LEARNINGS | Mobjax

While working, I came across so many road-blocks, turn-a rounds, intelligent code snippets, etc. There can be n number of solutions to a problem, but our intelligence lies in adopting the best and simple one to our scenario. In that process of evaluating, I learnt hell lot of new things. I will try to put forth some of them. In this page itself, you can see that the images are bent a wee bit at the bottom, is it not a neat thing to adopt ??

Learned so far...

We all studied in our academics about Recursion, but then it is a way of making a function or a code snippet calling itself for n number of times (until it achieves the objective) or it reaches the threshold level.

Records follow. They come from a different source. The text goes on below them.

"""Zones on a product grid and per-zone area tables (lazy, memory bounded by the chunk size).

Rasterising
-----------
Two ways, chosen with :class:`ZoneRaster`:

- ``centre``: a pixel belongs to a zone when its centre lies inside the polygon (GDAL's default
  rasterisation rule); every pixel counts whole, edges are right on average;
- ``share``: a pixel counts with the share of its area inside the zone, estimated from
  ``supersample x supersample`` sub-pixel centres (8 x 8 by default: shares in steps of 1/64), so
  the zone's area on the grid follows the polygon's area closely even for small zones.

Each zone is rasterised on its own, so overlapping zones each count the pixels they share; the
``all_zones`` row is the union of the zones (counted once) and ``outside_zones`` the rest of the map.
``whole_map`` is the whole grid, so ``all_zones + outside_zones = whole_map``, and the zones sum to
``all_zones`` when they do not overlap.

Areas are ground areas per pixel (:func:`unmix.cube.georef.pixel_area_rows`): square metres of the
projected grid, exact ellipsoidal areas per row for a longitude / latitude grid. Counting mapped pixels
gives "mapped areas"; their uncertainty needs a reference sample (Olofsson et al. 2014).

References
----------
Olofsson, P., Foody, G. M., Herold, M., Stehman, S. V., Woodcock, C. E., & Wulder, M. A. (2014).
Good practices for estimating area and assessing accuracy of land change. Remote Sensing of
Environment, 148, 42-57. doi:10.1016/j.rse.2014.02.015
"""

from __future__ import annotations

import enum
import threading
from dataclasses import dataclass

import numpy as np
import pandas as pd
import xarray as xr

from ..errors import InputError
from ..zones import zone_class_tally
from .georef import georef_of, pixel_area_rows

__all__ = ["Zones", "ZoneRaster", "RESERVED_ZONES", "zone_weights", "zone_masks", "zone_area_table",
           "area_table_frame"]

#: Rows the tables add after the zones.
RESERVED_ZONES = ("all_zones", "outside_zones", "whole_map")
#: Column of the pixels without a class (no data).
NO_DATA = "no_data"
#: rasterio's rasterize, run from several dask threads at once, now and then emits a spurious
#: NotGeoreferencedWarning (results stay right: 1 in 5000 calls, 8 threads); the calls take
#: milliseconds, so they run one at a time per process.
_RASTERIZE_LOCK = threading.Lock()


class ZoneRaster(str, enum.Enum):
    """How zone polygons become pixels."""

    CENTRE = "centre"
    SHARE = "share"


@dataclass(frozen=True)
class Zones:
    """Named zone polygons in one CRS (:func:`unmix.io.zones.read_zones` makes them from a file)."""

    names: tuple[str, ...]
    geometries: tuple
    crs_wkt: str | None = None
    source: str = "<memory>"
    sha256: str = ""
    repaired: int = 0


def _window_transform(transform, row0: int, col0: int, scale: float = 1.0):
    from affine import Affine

    return Affine(*transform[:6]) @ Affine.translation(col0, row0) @ Affine.scale(scale)


def _weights_block(geoms, transform, row0, col0, h, w, mode: str, k: int) -> np.ndarray:
    """(n_geoms, h, w) float32 membership of a window of the grid."""
    import shapely
    from rasterio.features import rasterize

    scale = 1.0 if mode == ZoneRaster.CENTRE.value else 1.0 / k
    f = 1 if mode == ZoneRaster.CENTRE.value else k
    t = _window_transform(transform, row0, col0, scale)
    corners = [t @ (0, 0), t @ (w * f, 0), t @ (0, h * f), t @ (w * f, h * f)]
    xs, ys = zip(*corners)
    window = shapely.box(min(xs), min(ys), max(xs), max(ys))
    out = np.zeros((len(geoms), h, w), dtype=np.float32)
    for i, g in enumerate(geoms):
        if not g.intersects(window):
            continue
        with _RASTERIZE_LOCK:
            burnt = rasterize([(g, 1)], out_shape=(h * f, w * f), transform=t, fill=0, dtype="uint8")
        out[i] = burnt if f == 1 else burnt.reshape(h, f, w, f).mean(axis=(1, 3), dtype=np.float32)
    return out


def zone_weights(zones: Zones, like: xr.DataArray | xr.Dataset, mode: ZoneRaster | str = ZoneRaster.CENTRE,
                 supersample: int = 8) -> xr.DataArray:
    """Membership of every pixel of ``like``'s grid in each zone and in their union.

    Parameters
    ----------
    zones : Zones
        Polygons in the CRS of ``like``'s grid.
    like : xarray.DataArray or Dataset
        Anything on (y, x) with a transform (:func:`georef_of`); its dask chunks along y and x are
        kept, so the weights are computed one chunk at a time.
    mode : ZoneRaster or str
        ``centre`` or ``share`` (module docstring).
    supersample : int
        Sub-pixels per side for ``share``.

    Returns
    -------
    xarray.DataArray
        (zone, y, x) float32, 0..1; ``zone`` holds the zone names then ``all_zones``. Lazy when
        ``like`` is dask-backed.

    Examples
    --------
    >>> import shapely
    >>> grid = xr.DataArray(np.zeros((4, 4)), dims=("y", "x"),
    ...                     coords={"y": [3.5, 2.5, 1.5, 0.5], "x": [0.5, 1.5, 2.5, 3.5]})
    >>> z = Zones(("a",), (shapely.box(0, 0, 2, 2),))
    >>> zone_weights(z, grid).sel(zone="a").values.sum()
    np.float32(4.0)
    """
    import shapely

    mode = ZoneRaster(mode).value
    if int(supersample) < 1:
        raise InputError(f"supersample must be 1 or more sub-pixels per side; got {supersample}")
    _, transform = georef_of(like)
    if transform is None:
        raise InputError("the product has no grid transform (fewer than 2 pixels along x or y); zones need one")
    if not zones.names:
        raise InputError("no zones given; the zones file must hold at least one polygon")
    geoms = list(zones.geometries) + [shapely.union_all(list(zones.geometries))]
    ny, nx = int(like.sizes["y"]), int(like.sizes["x"])
    coords = {"zone": list(zones.names) + ["all_zones"], "y": like["y"].values, "x": like["x"].values}
    template = like if isinstance(like, xr.DataArray) else next(
        (v for v in like.data_vars.values() if "y" in v.dims and "x" in v.dims), None)
    chunks = template.chunks if template is not None else None
    if chunks is None:
        data = _weights_block(geoms, transform, 0, 0, ny, nx, mode, int(supersample))
        return xr.DataArray(data, dims=("zone", "y", "x"), coords=coords)
    import dask.array as da

    dims = list(template.dims)
    ychunks, xchunks = chunks[dims.index("y")], chunks[dims.index("x")]
    rows = np.r_[0, np.cumsum(ychunks)]
    cols = np.r_[0, np.cumsum(xchunks)]
    blocks = [[da.from_delayed(
        _delayed(_weights_block)(geoms, transform, int(rows[i]), int(cols[j]), int(h), int(w), mode, int(supersample)),
        shape=(len(geoms), int(h), int(w)), dtype=np.float32)
        for j, w in enumerate(xchunks)] for i, h in enumerate(ychunks)]
    data = da.concatenate([da.concatenate(row, axis=2) for row in blocks], axis=1)
    return xr.DataArray(data, dims=("zone", "y", "x"), coords=coords)


def zone_masks(zones: Zones, like: xr.DataArray | xr.Dataset) -> dict[str, np.ndarray]:
    """Each zone as a (y, x) boolean mask on ``like``'s grid: the pixels whose centre lies inside it
    (:func:`zone_weights` in ``centre`` mode), computed at once."""
    weights = zone_weights(zones, like, ZoneRaster.CENTRE).load()
    return {name: weights.sel(zone=name).values > 0.5 for name in zones.names}


def _delayed(func):
    from dask import delayed

    return delayed(func, pure=True)


def _tally_block(codes, weights, area, *, n_classes):
    """Block of a (y, x) class map -> (1, 1, 2, n_layers, n_classes + 1) pixels and areas.

    The layers are the zones, their union, outside the union and the whole block; without zones
    (``weights`` None) the whole block only.
    """
    ones = np.ones((1, *codes.shape))
    if weights is None:
        layers = ones
    else:
        layers = np.concatenate([weights, 1.0 - weights[-1:], ones])
    return zone_class_tally(codes, n_classes, layers, area[:, None])[None, None]


def zone_area_table(codes: xr.DataArray, class_names, weights: xr.DataArray | None, *,
                    excluded=(), row_area=None, area_note: str | None = None) -> xr.Dataset:
    """Pixels and area [ha] of each class in each zone, and its share of the zone's classified area.

    Parameters
    ----------
    codes : xarray.DataArray
        (y, x) integer class map, codes ``0 .. len(class_names) - 1``; other codes (a negative or
        255 no-data value) are tallied as ``no_data``.
    class_names : sequence of str
        Name of each code.
    weights : xarray.DataArray or None
        (zone, y, x) from :func:`zone_weights`, on the same grid; None: the whole map only.
    excluded : sequence of str
        Classes left out of the share's denominator as well as ``no_data`` (``insufficient_data``).
    row_area : (ny,) ndarray, optional
        Ground area of a pixel per row [m^2]; by default from ``codes``' grid.

    Returns
    -------
    xarray.Dataset
        On (zone, class): ``pixels`` (share-weighted), ``area_ha`` [ha] and ``share_pct`` [%] of
        the zone's area with a class not excluded; ``zone`` holds the zones, ``all_zones``,
        ``outside_zones`` and ``whole_map``; ``class`` the classes then ``no_data``. Lazy when the
        inputs are dask-backed (one small tally per chunk, then a sum).
    """
    names = [str(c) for c in class_names] + [NO_DATA]
    if row_area is None:
        row_area, area_note = pixel_area_rows(codes)
    row_area = np.asarray(row_area, dtype=np.float64)
    codes = codes.transpose("y", "x")
    w = weights.transpose("zone", "y", "x") if weights is not None else None
    n = len(names) - 1
    if codes.chunks is None and (w is None or w.chunks is None):
        total = _tally_block(np.asarray(codes.values), None if w is None else np.asarray(w.values), row_area,
                             n_classes=n)[0, 0]
    else:
        import dask.array as da

        c = codes.chunk() if codes.chunks is None else codes
        ad = da.from_array(row_area, chunks=(c.chunks[0],))
        if w is None:
            args, layers = (None, None), 1
        else:
            args = (w.chunk({"zone": -1, "y": c.chunks[0], "x": c.chunks[1]}).data, "zij")
            layers = w.sizes["zone"] + 2
        parts = da.blockwise(_tally_block, "ijsln", c.data, "ij", *args, ad, "i",
                             new_axes={"s": 2, "l": layers, "n": n + 1}, adjust_chunks={"i": 1, "j": 1},
                             concatenate=True, dtype=np.float64, n_classes=n)
        total = parts.sum(axis=(0, 1))
    zone = ["whole_map"] if w is None else list(w["zone"].values[:-1]) + list(RESERVED_ZONES)
    pixels = xr.DataArray(total[0], dims=("zone", "class"), coords={"zone": zone, "class": names})
    area = xr.DataArray(total[1] / 1e4, dims=("zone", "class"), coords={"zone": zone, "class": names})
    counted = [c not in excluded and c != NO_DATA for c in names]
    denominator = area.isel({"class": np.flatnonzero(counted)}).sum("class", skipna=False)
    share = (100.0 * area / denominator.where(denominator > 0)).where(xr.DataArray(counted, dims="class"))
    return xr.Dataset({
        "pixels": pixels.assign_attrs(long_name="pixels (weighted by the share inside the zone)", units="1"),
        "area_ha": area.assign_attrs(long_name="ground area", units="ha", comment=area_note or ""),
        "share_pct": share.assign_attrs(long_name="share of the zone's classified area", units="%"),
    })


def area_table_frame(table: xr.Dataset, **keys) -> pd.DataFrame:
    """A (zone, class) table of :func:`zone_area_table` as long rows, with ``keys`` as leading columns."""
    frame = table[["pixels", "area_ha", "share_pct"]].to_dataframe().reset_index()
    for i, (k, v) in enumerate(keys.items()):
        frame.insert(i, k, v)
    return frame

Here we need to understand a few things, 1. What is our objective 2. How to make the function to call itself 3. How to exit from the recursive loop. Also, we have to keep in mind that Recursion doesn't always return success. I will try to explain the same using one of the games that we developed (FlipFlip).

Game:

We have a 8X8 matrix and we have random balls in 5 colors here and there. We need to arrange the balls of the same color in sequence of 4s (or more) either vertically or horizontally. And if we do that, the balls vanish and we make score out of it. We can move only one ball at a time and the ball traverses to a new selected position only if there is a path. So the main logic of this game lies in finding if the path exists b/w the initial and newly selected positions of the ball.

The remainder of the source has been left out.